Superstar



Hey, I see you from afar
You're a living superstar, that's what you are yeah
Hey, I see you from afar
You're a living superstar
You are yeah

Some people living like they won't get very far
Some people living like they're living life on Mars
The naked eye can only see so many stars
Some people living like they're living life on Mars

Hey, I see you from afar
You're a living superstar, that's what you are yeah
Hey, I see you from afar
You're a living superstar
You are yeah

I'd sooner eat the snake than have to eat the sand
The desert wind creates Stone Roses underland

All things shall be revealed, all crazy laws shall be revealed
All things shall be revealed, all crazy laws shall be revealed
All things shall be revealed, all crazy laws shall be revealed
All things shall be revealed, all crazy laws shall be revealed
You're a living superstar (Repeat to fade)


Lyrics by:
Brown / McCracken

Available on:
Whispers (as b side) (4.47)
Bonus track on Japanese edition of Music Of The Spheres

Details:

"The desert wind creates Stone Roses underland..." The Saharan desert rose. "Underneath the desert, the sand is blown by the wind and forms what are called desert stone roses. The name was thought up by John Squire." Ian Brown (TOTP Q & A session, 1998). This imagery would resurface on the Ian Brown-penned track, 'Give The Young A Chance', which features on Sami Yusuf's 2010 album, 'Wherever You Are' ("Through the sandstorms where the high wind blows. A desert rose does bloom."). Coincidentally, as well as the band's name originating in sand, so too does the earliest meeting of the band's songwriting partnership - Squire's first recollection of meeting Brown is as toddlers in a sandpit.
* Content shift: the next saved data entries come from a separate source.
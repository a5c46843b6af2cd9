#!/usr/bin/python3
"""Reference values for headroom's learners other than logistic regression, computed with scikit-learn.

Run with Debian's interpreter and packages (python3-sklearn, python3-numpy), not a virtualenv:

    /usr/bin/python3 scripts/reference/sklearn_learners.py                # rewrite the JSON
    /usr/bin/python3 scripts/reference/sklearn_learners.py --check        # compare with the committed JSON
    /usr/bin/python3 scripts/reference/sklearn_learners.py --write-data   # (re)export diabetes.csv first

Classification, for each open data set in fixtures/open-data/ (feature columns, then a `class` column):
  1. a fixed split: numpy's legacy RandomState(SPLIT_SEED).permutation of the rows; the first
     round(0.7 * rows) rows of that order train, the rest test (both kept in that order, which matters
     for k-NN ties: the earlier training row wins);
  2. each model is a Pipeline(StandardScaler(), model) fitted on the training rows, which is what
     headroom's learners do (the scaler is fitted on the training rows only):
       lda         LinearDiscriminantAnalysis(solver="lsqr", shrinkage="auto")
       naiveBayes  GaussianNB()
       knn         KNeighborsClassifier(n_neighbors=5)   (algorithm "auto": a k-d tree up to 15
                   features, brute force beyond)
       svm         LinearSVC(loss="hinge", dual=True, C=1, tol=SVM_TOL, max_iter=SVM_MAX_ITER), one
                   versus rest for more than two classes
     and the test rows' predicted class indices (into sorted class names), predict_proba (not for the
     SVM) and decision_function (SVM) are recorded;
  3. LDA and GaussianNB again, trained on only the first FEW_ROWS training rows of each class (the
     smallest sizes of a learning curve), scored on the same test rows (probabilities of the first
     FEW_ROWS_PROBABILITIES test rows);
  4. the random forest cannot match number for number (its random streams differ), so its reference is
     a score: RandomForestClassifier() (100 trees, sqrt features, Gini, fully grown; on the unscaled
     features, which trees do not need) under 5-fold StratifiedKFold(shuffle=True, random_state=0),
     whose fold of each row is recorded, with random_state = 0 .. FOREST_SEEDS - 1: the mean test
     accuracy per seed, their mean and their standard deviation.

Regression, on fixtures/open-data/diabetes.csv (Efron et al. 2004; exported by --write-data from
sklearn.datasets.load_diabetes(scaled=False), ten features then `target`): the same kind of split, then
Pipeline(StandardScaler(), Ridge(alpha=1.0)) (coef_, intercept_, test predictions) and
Pipeline(StandardScaler(), KNeighborsRegressor(n_neighbors=5)) (test predictions), and both again with
`sex` (values 1, 2) treated as a text column: ColumnTransformer(StandardScaler() on the other columns,
OneHotEncoder(handle_unknown="ignore") on sex).

The output, fixtures/reference/sklearn-learners.json, is deterministic apart from its `generated`
date and the versions. Probabilities and scores are rounded to 10 decimals (the tests compare to
1e-6). `--check` refits and exits with status 1 when any number differs from the committed file by
more than 1e-6 * max(1, |committed|), any prediction or class differs, or diabetes.csv no longer equals
what load_diabetes returns; status 0 otherwise. The script prints one summary line.
"""

import argparse
import csv
import datetime
import json
import os
import sys
import warnings

import numpy as np
import sklearn
from sklearn.compose import ColumnTransformer
from sklearn.datasets import load_diabetes
from sklearn.discriminant_analysis import LinearDiscriminantAnalysis
from sklearn.ensemble import RandomForestClassifier
from sklearn.exceptions import ConvergenceWarning
from sklearn.linear_model import Ridge
from sklearn.model_selection import StratifiedKFold
from sklearn.naive_bayes import GaussianNB
from sklearn.neighbors import KNeighborsClassifier, KNeighborsRegressor
from sklearn.pipeline import make_pipeline
from sklearn.preprocessing import OneHotEncoder, StandardScaler
from sklearn.svm import LinearSVC

from _drift import compare, read_json


ROOT = os.path.dirname(os.path.dirname(os.path.dirname(os.path.abspath(__file__))))
DATA_DIR = os.path.join(ROOT, "fixtures", "open-data")
OUTPUT = os.path.join(ROOT, "fixtures", "reference", "sklearn-learners.json")
DIABETES = os.path.join(DATA_DIR, "diabetes.csv")
DATA_SETS = ["breast_cancer", "wine", "iris", "digits"]
SPLIT_SEED = 20261201
TRAIN_FRACTION = 0.7
SVM_TOL = 1e-8
SVM_MAX_ITER = 1000000
FEW_ROWS = 2
FEW_ROWS_PROBABILITIES = 100
FOREST_SEEDS = 3
FOREST_FOLDS = 5
DECIMALS = 10
CHECK_TOLERANCE = 1e-6


def read_csv(path, last):
    """Feature matrix (float64) and the last column (strings) of a CSV whose last header is `last`."""
    with open(path, newline="") as handle:
        rows = list(csv.reader(handle))
    header, body = rows[0], rows[1:]
    if header[-1] != last:
        raise SystemExit(f"{os.path.basename(path)}: last column is {header[-1]!r}, expected {last!r}")
    features = np.array([[float(v) for v in row[:-1]] for row in body], dtype=np.float64)
    return features, np.array([row[-1] for row in body]), header


def split(rows):
    """The fixed permutation and the number of its leading rows that train."""
    permutation = np.random.RandomState(SPLIT_SEED).permutation(rows)
    return permutation, int(round(TRAIN_FRACTION * rows))


def rounded(array):
    return np.round(np.asarray(array, dtype=np.float64), DECIMALS).tolist()


def classification(name):
    features, labels, _ = read_csv(os.path.join(DATA_DIR, name + ".csv"), "class")
    classes = sorted(set(labels.tolist()))
    y = np.array([classes.index(c) for c in labels])
    permutation, train_rows = split(len(y))
    train, test = permutation[:train_rows], permutation[train_rows:]
    models = {
        "lda": LinearDiscriminantAnalysis(solver="lsqr", shrinkage="auto"),
        "naiveBayes": GaussianNB(),
        "knn": KNeighborsClassifier(n_neighbors=5),
        "svm": LinearSVC(loss="hinge", dual=True, C=1.0, tol=SVM_TOL, max_iter=SVM_MAX_ITER, random_state=0),
    }
    result = {
        "classes": classes,
        "rows": int(len(y)),
        "features": int(features.shape[1]),
        "permutation": permutation.tolist(),
        "trainRows": train_rows,
    }
    for key, model in models.items():
        pipeline = make_pipeline(StandardScaler(), model)
        with warnings.catch_warnings():
            warnings.simplefilter("error", ConvergenceWarning)  # an unconverged reference is no reference
            pipeline.fit(features[train], y[train])
        entry = {"predictions": pipeline.predict(features[test]).tolist()}
        if hasattr(pipeline, "predict_proba") and key != "svm":
            entry["probabilities"] = rounded(pipeline.predict_proba(features[test]))
        if key == "svm":
            entry["decisionScores"] = rounded(pipeline.decision_function(features[test]))
        if key == "knn":
            entry["algorithm"] = pipeline[-1]._fit_method
        if key == "svm":
            entry["iterations"] = int(pipeline[-1].n_iter_)
        if key == "naiveBayes":
            entry["epsilon"] = float(pipeline[-1].epsilon_)
        result[key] = entry
    result["fewRows"] = few_rows(features, y, permutation, train_rows)
    result["forest"] = forest(features, y)
    return result


def few_rows(features, y, permutation, train_rows):
    """LDA and naive Bayes trained on the first FEW_ROWS training rows of each class (a learning
    curve's smallest sizes: LDA's class covariances get no shrinkage and the pooled one can be
    singular; naive Bayes variances lean on the smoothing), scored on the usual test rows
    (probabilities of the first FEW_ROWS_PROBABILITIES of them, to keep the file small)."""
    train = [r for r in permutation[:train_rows]]
    chosen = [r for i, r in enumerate(train) if sum(1 for q in train[:i] if y[q] == y[r]) < FEW_ROWS]
    test = permutation[train_rows:]
    result = {"trainRows": [int(r) for r in chosen]}
    for key, model in (
        ("lda", LinearDiscriminantAnalysis(solver="lsqr", shrinkage="auto")),
        ("naiveBayes", GaussianNB()),
    ):
        pipeline = make_pipeline(StandardScaler(), model).fit(features[chosen], y[chosen])
        result[key] = {
            "predictions": pipeline.predict(features[test]).tolist(),
            "probabilitiesFirstTestRows": rounded(pipeline.predict_proba(features[test[:FEW_ROWS_PROBABILITIES]])),
        }
    return result


def forest(features, y):
    folds = np.zeros(len(y), dtype=int)
    splitter = StratifiedKFold(n_splits=FOREST_FOLDS, shuffle=True, random_state=0)
    for fold, (_, test) in enumerate(splitter.split(features, y)):
        folds[test] = fold
    accuracies = []
    for seed in range(FOREST_SEEDS):
        scores = []
        for fold in range(FOREST_FOLDS):
            model = RandomForestClassifier(random_state=seed).fit(features[folds != fold], y[folds != fold])
            scores.append(float(np.mean(model.predict(features[folds == fold]) == y[folds == fold])))
        accuracies.append(float(np.mean(scores)))
    return {
        "folds": folds.tolist(),
        "accuracyPerSeed": accuracies,
        "meanAccuracy": float(np.mean(accuracies)),
        "sdAccuracy": float(np.std(accuracies, ddof=1)),
    }


def regression():
    features, targets, header = read_csv(DIABETES, "target")
    targets = targets.astype(np.float64)
    permutation, train_rows = split(len(targets))
    train, test = permutation[:train_rows], permutation[train_rows:]
    ridge = make_pipeline(StandardScaler(), Ridge(alpha=1.0)).fit(features[train], targets[train])
    knn = make_pipeline(StandardScaler(), KNeighborsRegressor(n_neighbors=5)).fit(features[train], targets[train])
    # `sex` (values 1 and 2) as a text column: one-hot, the other columns standardized.
    text = header.index("sex")
    numeric = [j for j in range(features.shape[1]) if j != text]

    def encoded(model):
        transformer = ColumnTransformer(
            [("numeric", StandardScaler(), numeric), ("text", OneHotEncoder(handle_unknown="ignore"), [text])]
        )
        return make_pipeline(transformer, model).fit(features[train], targets[train])

    ridge_text = encoded(Ridge(alpha=1.0))
    knn_text = encoded(KNeighborsRegressor(n_neighbors=5))
    return {
        "featureNames": header[:-1],
        "rows": int(len(targets)),
        "permutation": permutation.tolist(),
        "trainRows": train_rows,
        "ridge": {
            "coef": rounded(ridge[-1].coef_),
            "intercept": round(float(ridge[-1].intercept_), DECIMALS),
            "predictions": rounded(ridge.predict(features[test])),
        },
        "knnRegression": {
            "algorithm": knn[-1]._fit_method,
            "predictions": rounded(knn.predict(features[test])),
        },
        "sexAsText": {
            "column": "sex",
            "ridgePredictions": rounded(ridge_text.predict(features[test])),
            "knnRegressionPredictions": rounded(knn_text.predict(features[test])),
        },
    }


def diabetes_rows():
    data = load_diabetes(scaled=False)
    return data.feature_names, data.data, data.target


def write_diabetes():
    names, x, target = diabetes_rows()
    with open(DIABETES, "w", newline="") as handle:
        out = csv.writer(handle, lineterminator="\n")
        out.writerow(list(names) + ["target"])
        for row, t in zip(x, target):
            out.writerow([repr(float(v)) for v in row] + [repr(float(t))])


def diabetes_matches_sklearn():
    names, x, target = diabetes_rows()
    features, targets, header = read_csv(DIABETES, "target")
    return header[:-1] == list(names) and np.array_equal(features, x) and np.array_equal(targets.astype(float), target)


def run():
    return {
        "source": "scikit-learn from Debian python3-sklearn",
        "command": "/usr/bin/python3 scripts/reference/sklearn_learners.py",
        "generated": datetime.date.today().isoformat(),
        "versions": {
            "python": sys.version.split()[0],
            "sklearn": sklearn.__version__,
            "numpy": np.__version__,
        },
        "settings": {
            "split": f"numpy RandomState({SPLIT_SEED}).permutation; first round({TRAIN_FRACTION} * rows) train",
            "pipeline": "make_pipeline(StandardScaler(), model) fitted on the training rows",
            "lda": 'LinearDiscriminantAnalysis(solver="lsqr", shrinkage="auto")',
            "naiveBayes": "GaussianNB()",
            "knn": "KNeighborsClassifier(n_neighbors=5)",
            "svm": f'LinearSVC(loss="hinge", dual=True, C=1.0, tol={SVM_TOL}, max_iter={SVM_MAX_ITER}, random_state=0)',
            "forest": f"RandomForestClassifier(random_state=seed), seeds 0..{FOREST_SEEDS - 1}, unscaled features, "
            f"StratifiedKFold(n_splits={FOREST_FOLDS}, shuffle=True, random_state=0)",
            "ridge": "Ridge(alpha=1.0)",
            "knnRegression": "KNeighborsRegressor(n_neighbors=5)",
            "fewRows": f"LDA and GaussianNB on the first {FEW_ROWS} training rows of each class; "
            f"probabilities of the first {FEW_ROWS_PROBABILITIES} test rows",
            "sexAsText": 'ColumnTransformer([StandardScaler() on the numeric columns, OneHotEncoder(handle_unknown="ignore") on sex])',
            "decimals": DECIMALS,
        },
        "classification": {name: classification(name) for name in DATA_SETS},
        "regression": {"diabetes": regression()},
    }


def dumps(value, indent=0):
    """JSON with one line per list of scalars (a probability row, a permutation), indented otherwise."""
    pad = " " * (indent + 1)
    if isinstance(value, dict):
        items = [f"{pad}{json.dumps(k)}: {dumps(v, indent + 1)}" for k, v in value.items()]
        return "{\n" + ",\n".join(items) + "\n" + " " * indent + "}"
    if isinstance(value, list) and any(isinstance(v, (list, dict)) for v in value):
        return "[\n" + ",\n".join(pad + dumps(v, indent + 1) for v in value) + "\n" + " " * indent + "]"
    return json.dumps(value, separators=(",", ":"))


def main():
    parser = argparse.ArgumentParser(description=__doc__.splitlines()[0])
    parser.add_argument("--check", action="store_true", help="compare a fresh run with the committed JSON")
    parser.add_argument("--write-data", action="store_true", help="export fixtures/open-data/diabetes.csv first")
    args = parser.parse_args()
    if args.write_data:
        write_diabetes()
    fresh = run()
    if args.check:
        committed = read_json(OUTPUT)
        problems = []
        if not diabetes_matches_sklearn():
            problems.append("fixtures/open-data/diabetes.csv differs from load_diabetes(scaled=False)")
        for part in ("classification", "regression"):
            compare(fresh[part], committed[part], CHECK_TOLERANCE, part, problems, exact_integers=True)
        if problems:
            print(f"sklearn_learners: {len(problems)} drift(s), first: {problems[0]}")
            sys.exit(1)
        print(
            f"sklearn_learners: no drift beyond {CHECK_TOLERANCE:g} in {len(DATA_SETS)} classification data sets "
            f"and diabetes (sklearn {fresh['versions']['sklearn']}, committed with {committed['versions']['sklearn']})"
        )
        return
    os.makedirs(os.path.dirname(OUTPUT), exist_ok=True)
    with open(OUTPUT, "w") as handle:
        handle.write(dumps(fresh))
        handle.write("\n")
    print(
        f"sklearn_learners: wrote {os.path.relpath(OUTPUT, ROOT)} for {len(DATA_SETS)} classification data sets "
        f"and diabetes (sklearn {sklearn.__version__})"
    )


if __name__ == "__main__":
    main()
This fine bonus track is influenced by the 1998 Pras hit, 'Ghetto Supastar (That Is What You Are)', which featured Ol' Dirty Bastard and Mưa.

 

The chorus of this Pras track is a reworking of 1983's Kenny Rogers and Dolly Parton hit, 'Islands in the Stream', written by the Bee Gees.

This track's buoyant message can perhaps be traced to Ian Brown's meeting with Northern Soul legend Geno Washington, fresh from a gig at Manchester University. Ian held a party for his girlfriend's 21st birthday at their Hulme flat; one of his friends who worked at Salford University was in Geno's road crew, and he invited him to the party. Dexys Midnight Runners had recently reached the Number One spot with 'Geno', their tribute to the singer. Geno told Ian at the party that he was "a star" ("You're a living superstar...") and that he should "be an actor, be a singer." Ian, buoyed by this encounter, took John Squire up on his offer to sing in The Waterfront (Squire had asked Ian to share vocal duties with Kaiser only a few days previous to this encounter with Geno).